* **PROBLEM DESCRIPTION**: Filter the material below down to the lines with the word "guard" and give those lines.

=== Begin Enclosure ===

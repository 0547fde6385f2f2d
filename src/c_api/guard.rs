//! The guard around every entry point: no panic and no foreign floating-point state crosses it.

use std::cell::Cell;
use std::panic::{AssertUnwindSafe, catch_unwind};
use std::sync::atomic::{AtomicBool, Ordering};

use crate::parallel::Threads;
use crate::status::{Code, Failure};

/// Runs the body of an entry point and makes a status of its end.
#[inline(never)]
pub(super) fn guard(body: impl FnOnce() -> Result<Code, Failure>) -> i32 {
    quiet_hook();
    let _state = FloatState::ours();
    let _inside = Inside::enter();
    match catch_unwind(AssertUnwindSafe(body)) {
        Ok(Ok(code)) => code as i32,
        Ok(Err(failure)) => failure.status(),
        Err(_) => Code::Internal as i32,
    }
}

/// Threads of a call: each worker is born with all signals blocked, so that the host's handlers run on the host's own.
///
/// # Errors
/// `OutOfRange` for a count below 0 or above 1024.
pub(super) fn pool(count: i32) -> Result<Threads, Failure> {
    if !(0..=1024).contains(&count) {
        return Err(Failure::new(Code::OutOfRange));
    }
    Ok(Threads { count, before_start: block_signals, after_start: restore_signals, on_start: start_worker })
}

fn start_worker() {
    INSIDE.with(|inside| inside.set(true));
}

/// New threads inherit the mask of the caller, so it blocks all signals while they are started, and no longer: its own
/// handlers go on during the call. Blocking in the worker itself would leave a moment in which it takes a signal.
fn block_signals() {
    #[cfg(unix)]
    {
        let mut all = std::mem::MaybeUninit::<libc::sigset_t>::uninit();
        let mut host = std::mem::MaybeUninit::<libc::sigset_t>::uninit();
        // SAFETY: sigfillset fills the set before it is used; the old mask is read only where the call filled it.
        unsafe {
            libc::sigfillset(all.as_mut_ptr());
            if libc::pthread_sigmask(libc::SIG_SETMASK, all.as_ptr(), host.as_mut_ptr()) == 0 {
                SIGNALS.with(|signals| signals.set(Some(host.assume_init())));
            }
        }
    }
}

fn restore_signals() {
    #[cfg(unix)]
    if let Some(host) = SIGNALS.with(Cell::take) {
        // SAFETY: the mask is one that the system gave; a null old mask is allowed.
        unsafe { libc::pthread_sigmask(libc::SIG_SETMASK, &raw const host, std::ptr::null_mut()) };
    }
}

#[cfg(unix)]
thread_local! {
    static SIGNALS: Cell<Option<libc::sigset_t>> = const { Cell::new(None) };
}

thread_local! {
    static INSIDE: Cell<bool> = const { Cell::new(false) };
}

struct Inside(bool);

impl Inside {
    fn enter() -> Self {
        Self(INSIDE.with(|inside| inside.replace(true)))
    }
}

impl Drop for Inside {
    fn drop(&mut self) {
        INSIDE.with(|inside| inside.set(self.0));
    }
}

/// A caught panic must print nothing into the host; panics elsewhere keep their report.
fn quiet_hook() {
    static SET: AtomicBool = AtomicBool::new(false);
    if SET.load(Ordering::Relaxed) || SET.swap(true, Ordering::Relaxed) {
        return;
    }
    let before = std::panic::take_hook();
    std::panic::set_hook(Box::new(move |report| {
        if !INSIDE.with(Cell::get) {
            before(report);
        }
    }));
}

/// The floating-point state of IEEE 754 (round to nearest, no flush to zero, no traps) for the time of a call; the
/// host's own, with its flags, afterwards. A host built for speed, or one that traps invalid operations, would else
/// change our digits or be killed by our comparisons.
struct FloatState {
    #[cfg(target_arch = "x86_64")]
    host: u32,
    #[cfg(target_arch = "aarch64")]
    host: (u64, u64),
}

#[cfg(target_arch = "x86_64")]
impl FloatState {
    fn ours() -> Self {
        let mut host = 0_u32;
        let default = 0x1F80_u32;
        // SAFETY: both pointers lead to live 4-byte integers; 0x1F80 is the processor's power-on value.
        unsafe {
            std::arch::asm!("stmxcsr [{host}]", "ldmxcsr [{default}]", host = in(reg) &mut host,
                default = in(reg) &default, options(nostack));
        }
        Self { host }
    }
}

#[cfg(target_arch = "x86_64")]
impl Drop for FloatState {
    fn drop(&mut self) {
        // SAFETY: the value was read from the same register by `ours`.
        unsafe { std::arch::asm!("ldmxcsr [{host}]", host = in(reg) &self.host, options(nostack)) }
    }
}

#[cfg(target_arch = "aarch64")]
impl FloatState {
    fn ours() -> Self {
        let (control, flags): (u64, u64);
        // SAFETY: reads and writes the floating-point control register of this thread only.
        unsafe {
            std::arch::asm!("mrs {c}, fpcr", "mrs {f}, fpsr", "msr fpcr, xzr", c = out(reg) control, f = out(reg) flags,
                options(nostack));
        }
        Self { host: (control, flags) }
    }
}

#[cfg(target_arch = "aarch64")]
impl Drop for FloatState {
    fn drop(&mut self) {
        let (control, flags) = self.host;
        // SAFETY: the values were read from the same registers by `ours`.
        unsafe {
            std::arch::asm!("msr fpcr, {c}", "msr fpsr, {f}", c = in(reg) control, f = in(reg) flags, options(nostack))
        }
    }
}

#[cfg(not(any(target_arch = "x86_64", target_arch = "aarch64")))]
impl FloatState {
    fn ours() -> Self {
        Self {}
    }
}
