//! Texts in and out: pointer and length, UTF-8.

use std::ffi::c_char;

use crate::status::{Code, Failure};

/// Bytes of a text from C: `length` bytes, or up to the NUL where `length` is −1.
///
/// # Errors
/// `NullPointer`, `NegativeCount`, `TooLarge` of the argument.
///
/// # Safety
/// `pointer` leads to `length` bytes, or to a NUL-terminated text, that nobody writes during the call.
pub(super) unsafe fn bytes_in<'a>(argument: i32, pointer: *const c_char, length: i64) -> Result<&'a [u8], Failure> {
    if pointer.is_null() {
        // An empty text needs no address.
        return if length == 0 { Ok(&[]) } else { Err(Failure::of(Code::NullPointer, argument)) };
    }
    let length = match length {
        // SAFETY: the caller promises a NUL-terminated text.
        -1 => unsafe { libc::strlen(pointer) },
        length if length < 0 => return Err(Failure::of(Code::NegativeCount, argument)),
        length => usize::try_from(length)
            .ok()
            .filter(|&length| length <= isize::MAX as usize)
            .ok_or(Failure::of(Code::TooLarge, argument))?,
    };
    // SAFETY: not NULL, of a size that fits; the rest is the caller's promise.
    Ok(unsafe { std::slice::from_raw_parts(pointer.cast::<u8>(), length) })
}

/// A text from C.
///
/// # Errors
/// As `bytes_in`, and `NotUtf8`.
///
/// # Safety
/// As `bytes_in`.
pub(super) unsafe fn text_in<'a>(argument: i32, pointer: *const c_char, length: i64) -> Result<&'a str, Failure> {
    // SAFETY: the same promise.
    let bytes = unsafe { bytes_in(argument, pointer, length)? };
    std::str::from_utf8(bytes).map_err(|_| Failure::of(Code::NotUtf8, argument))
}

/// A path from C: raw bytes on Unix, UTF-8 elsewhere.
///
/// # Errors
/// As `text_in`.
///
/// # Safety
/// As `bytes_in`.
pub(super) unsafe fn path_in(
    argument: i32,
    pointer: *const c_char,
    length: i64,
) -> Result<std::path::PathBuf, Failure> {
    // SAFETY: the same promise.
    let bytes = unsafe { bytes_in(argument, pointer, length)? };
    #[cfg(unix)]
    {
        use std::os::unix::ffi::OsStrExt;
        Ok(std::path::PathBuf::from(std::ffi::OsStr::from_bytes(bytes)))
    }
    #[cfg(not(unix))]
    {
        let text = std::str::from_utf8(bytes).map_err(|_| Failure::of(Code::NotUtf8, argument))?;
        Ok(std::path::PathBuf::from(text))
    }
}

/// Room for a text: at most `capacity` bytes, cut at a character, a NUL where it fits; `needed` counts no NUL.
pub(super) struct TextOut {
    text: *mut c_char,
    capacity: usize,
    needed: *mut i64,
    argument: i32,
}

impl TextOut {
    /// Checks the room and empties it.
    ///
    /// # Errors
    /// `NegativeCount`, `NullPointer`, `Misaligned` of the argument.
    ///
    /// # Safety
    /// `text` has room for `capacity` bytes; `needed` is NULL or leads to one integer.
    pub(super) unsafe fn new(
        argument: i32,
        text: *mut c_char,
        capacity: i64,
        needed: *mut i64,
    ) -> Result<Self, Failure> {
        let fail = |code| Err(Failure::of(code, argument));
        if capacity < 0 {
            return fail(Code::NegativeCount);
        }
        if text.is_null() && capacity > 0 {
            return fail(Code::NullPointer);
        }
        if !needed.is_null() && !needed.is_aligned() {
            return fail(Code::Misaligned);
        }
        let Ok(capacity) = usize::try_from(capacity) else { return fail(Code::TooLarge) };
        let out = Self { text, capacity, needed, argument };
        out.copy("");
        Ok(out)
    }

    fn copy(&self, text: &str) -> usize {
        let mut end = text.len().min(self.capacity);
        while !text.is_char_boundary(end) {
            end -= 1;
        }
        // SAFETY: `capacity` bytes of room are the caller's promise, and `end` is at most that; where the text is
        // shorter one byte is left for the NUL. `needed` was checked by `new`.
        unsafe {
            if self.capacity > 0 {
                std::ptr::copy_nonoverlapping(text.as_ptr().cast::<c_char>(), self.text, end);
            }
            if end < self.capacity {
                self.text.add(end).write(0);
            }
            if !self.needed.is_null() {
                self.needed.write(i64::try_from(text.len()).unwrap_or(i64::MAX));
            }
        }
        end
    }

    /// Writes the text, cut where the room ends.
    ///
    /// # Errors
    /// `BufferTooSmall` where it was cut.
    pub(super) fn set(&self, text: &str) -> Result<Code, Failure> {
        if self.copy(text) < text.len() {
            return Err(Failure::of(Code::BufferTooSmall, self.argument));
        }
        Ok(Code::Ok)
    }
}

=== End Enclosure ===

* **SOLUTION FOR THIS PROBLEM**:
filename src/c_api/guard.rs
//! The guard around every entry point: no panic and no foreign floating-point state crosses it.
pub(super) fn guard(body: impl FnOnce() -> Result<Code, Failure>) -> i32 {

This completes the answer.